Exercise — Retype word for word the lines of the data below, from the first to the one bearing "is checked against", with that one included.

Supplied data —
>>>
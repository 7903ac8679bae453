package gen

import (
	"math"
	"slices"

	"gonum.org/v1/gonum/mat"
)

// eigenphases returns the eigenphases of the unitary u, each in [−π, π),
// sorted. Test-only: it serves the spacing test and is checked against
// unitaries built with known eigenphases.
//
// Method: the Cayley transform H = i(I − W)(I + W)^{−1} of a unitary W is
// Hermitian, with eigenvalue tan(θ/2) for each eigenvalue e^{iθ} of W (the
// map λ ↦ i(1 − λ)/(1 + λ) sends the unit circle to the real line; e.g.
// Horn & Johnson, Matrix Analysis, §2.1, problems on the Cayley transform).
// Complex products and inverses are done in the real embedding
// A + iB ↦ [[A, −B], [B, A]], where a Hermitian matrix becomes a symmetric one
// with every eigenvalue twice, so gonum's real routines serve. W = e^{iφ}u
// with φ chosen so that no eigenvalue of W sits near −1, where the transform
// loses accuracy.
func eigenphases(u *mat.CDense) []float64 {
	n, _ := u.Dims()
	for attempt := 0; ; attempt++ {
		phi := 0.37 * float64(attempt) // any sequence of distinct shifts serves
		rot := complex(math.Cos(phi), math.Sin(phi))
		plus := mat.NewDense(2*n, 2*n, nil)
		minus := mat.NewDense(2*n, 2*n, nil)
		for i := range n {
			for j := range n {
				w := rot * u.At(i, j)
				var id complex128
				if i == j {
					id = 1
				}
				embed(plus, i, j, n, id+w)
				embed(minus, i, j, n, id-w)
			}
		}
		var inv, x mat.Dense
		if err := inv.Inverse(plus); err != nil {
			continue
		}
		x.Mul(minus, &inv)
		// H = i·X: with X = P + iQ, iX = −Q + iP.
		h := mat.NewSymDense(2*n, nil)
		for i := range 2 * n {
			for j := i; j < 2*n; j++ {
				h.SetSym(i, j, (hEntry(&x, i, j, n)+hEntry(&x, j, i, n))/2)
			}
		}
		var eig mat.EigenSym
		if !eig.Factorize(h, false) {
			continue
		}
		vals := eig.Values(nil)
		slices.Sort(vals)
		if math.Max(-vals[0], vals[len(vals)-1]) > 1e4 {
			continue // an eigenvalue of W lies within ~2e-4 of −1
		}
		phases := make([]float64, n)
		for k := range n {
			theta := 2*math.Atan(vals[2*k]) - phi
			phases[k] = theta - 2*math.Pi*math.Floor((theta+math.Pi)/(2*math.Pi))
		}
		slices.Sort(phases)
		return phases
	}
}

// embed writes the complex entry z at (i, j) of an n×n matrix into its real
// embedding m = [[Re, −Im], [Im, Re]].
func embed(m *mat.Dense, i, j, n int, z complex128) {
	m.Set(i, j, real(z))
	m.Set(i, j+n, -imag(z))
	m.Set(i+n, j, imag(z))
	m.Set(i+n, j+n, real(z))
}

// hEntry returns entry (i, j) of the real embedding of i·X, given the real
// embedding x of X: iX has real part −Im X and imaginary part Re X.
func hEntry(x *mat.Dense, i, j, n int) float64 {
	// In the embedding of Y = iX: block (0,0) = Re Y = −Im X = x[n+·, ·];
	// block (1,0) = Im Y = Re X = x[·, ·]; the other blocks follow.
	bi, bj := i/n, j/n
	ri, rj := i%n, j%n
	reX := x.At(ri, rj)
	imX := x.At(ri+n, rj)
	reY, imY := -imX, reX
	switch {
	case bi == bj:
		return reY
	case bi == 1:
		return imY
	default:
		return -imY
	}
}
<<<
Result —
repository 7903ac8679bae453
package gen

import (
	"math"
	"slices"

	"gonum.org/v1/gonum/mat"
)

// eigenphases returns the eigenphases of the unitary u, each in [−π, π),
// sorted. Test-only: it serves the spacing test and is checked against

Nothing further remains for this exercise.